WOMADELAIDE 2016: DAY ONE REVIEW

WOMADelaide 2016 kicked off in grand style with one of the most jam-packed Friday night line-ups in memory. In the humid evening weather, the large, sweat-glazed crowds were more than ready to start their long-weekend in party mode and IMG_6764the acts on offer certainly met expectations.
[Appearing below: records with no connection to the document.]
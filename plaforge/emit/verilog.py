"""Verilog through Amaranth's own backend (``amaranth.back.verilog.convert``, with the Yosys it bundles).

The generated component is converted as the top module; its ports keep the component's port names (see
:mod:`plaforge.core.names` for how spec names map to them). Source-location attributes are left out, so the text
depends only on the logic and on the backend version, not on where files live: the same input gives the same bytes.
"""

from __future__ import annotations

from typing import Any

from ..core.errors import ArtifactError
from ..core.names import VERILOG_KEYWORDS, identifier
from ..verify.component import instantiate, load_source

__all__ = ["verilog_name", "verilog_source"]


def verilog_name(name: str) -> str:
    """A plain Verilog module identifier for ``name`` (:func:`plaforge.core.names.identifier`, avoiding keywords).

    >>> verilog_name("memory-map"), verilog_name("7seg"), verilog_name("wire")
    ('memory_map', 'p_7seg', 'wire_')
    """
    return identifier(name, VERILOG_KEYWORDS)


def verilog_source(component_or_source: Any, name: str) -> str:
    """Verilog text for a component, or for the source text of a generated module file.

    Parameters
    ----------
    component_or_source : amaranth.lib.wiring.Component or str
        A component instance (from :func:`plaforge.emit.amaranth.build_component`, say) or the text
        :func:`plaforge.emit.amaranth.module_source` returned.
    name : str
        The Verilog module name (made a plain identifier by :func:`verilog_name`).

    Returns
    -------
    str
        The Verilog text, ending in a newline.

    Raises
    ------
    ArtifactError
        If the source does not run or does not define exactly one component, or the backend cannot convert the
        component (its ``elaborate`` raises, say).
    """
    from amaranth.back import verilog

    if isinstance(component_or_source, str):
        where = "<module source>"
        component = instantiate(load_source(component_or_source, where), where)
    else:
        component = component_or_source
    try:
        text = verilog.convert(component, name=verilog_name(name), emit_src=False)
    except Exception as exc:  # noqa: BLE001 - the backend reports problems as assorted exceptions
        raise ArtifactError(f"Verilog conversion failed: {type(exc).__name__}: {exc}") from None
    return text if text.endswith("\n") else text + "\n"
Hazmat Modine got the carnival atmosphere going with an energetic opening set on the Foundation Stage (formerly Stage 1). The upbeat blend of jazz, blues and New Orleans brass was the perfect start to the festival and the audience was immediately into the swing of things. Unfortunately, a few hiccups at the gate led to unusually long queues getting into the event, and some missed out on the performance.

7pm was perhaps the busiest time-slot of the night with a wealth of options. On Stage 2 indie stalwarts The Violent Femmes began proceedings. Thirty years on they know how to please a crowd; setting the bar high from the start, a huge roar went up when they opened with their eponymous hit, ‘Blister in the Sun’. Continuing in this vein, the band relied heavily on earlier songs, but did pull out some newer material (including a polka from the new album). Admittedly, at this stage of career, they do feel a bit like a band going through the motions, but the audience (many of them dancing at the back) were having a blast, so that probably didn’t matter much.

At the same time over on the Moreton Bay Stage, local troubadour and former Lowrider frontman, Joe Braithwaite used the picturesque setting to showcase his new solo project, Ripley. Backed by a bassist and a drummer, who left the stage while Joe performed solo acoustic numbers, Ripley gave an intimate, soul-reaching performance and we are sure to see a lot more from him in the future.

Over on the Novatech Stage (formerly Speakers Corner), All Our Exes Live In Texas delivered an exquisite early evening performance underneath the Botanic Park bats. A collective of four Sydney singer-songwriters, their flawless harmonies, engaging banter and bittersweet alt-country / folk songs provided the perfect atmosphere to kick back with a bottle of wine. This quartet of talented women will return tonight at 10:15, so be sure to catch them. Also look out for their debut album, due in the next few months.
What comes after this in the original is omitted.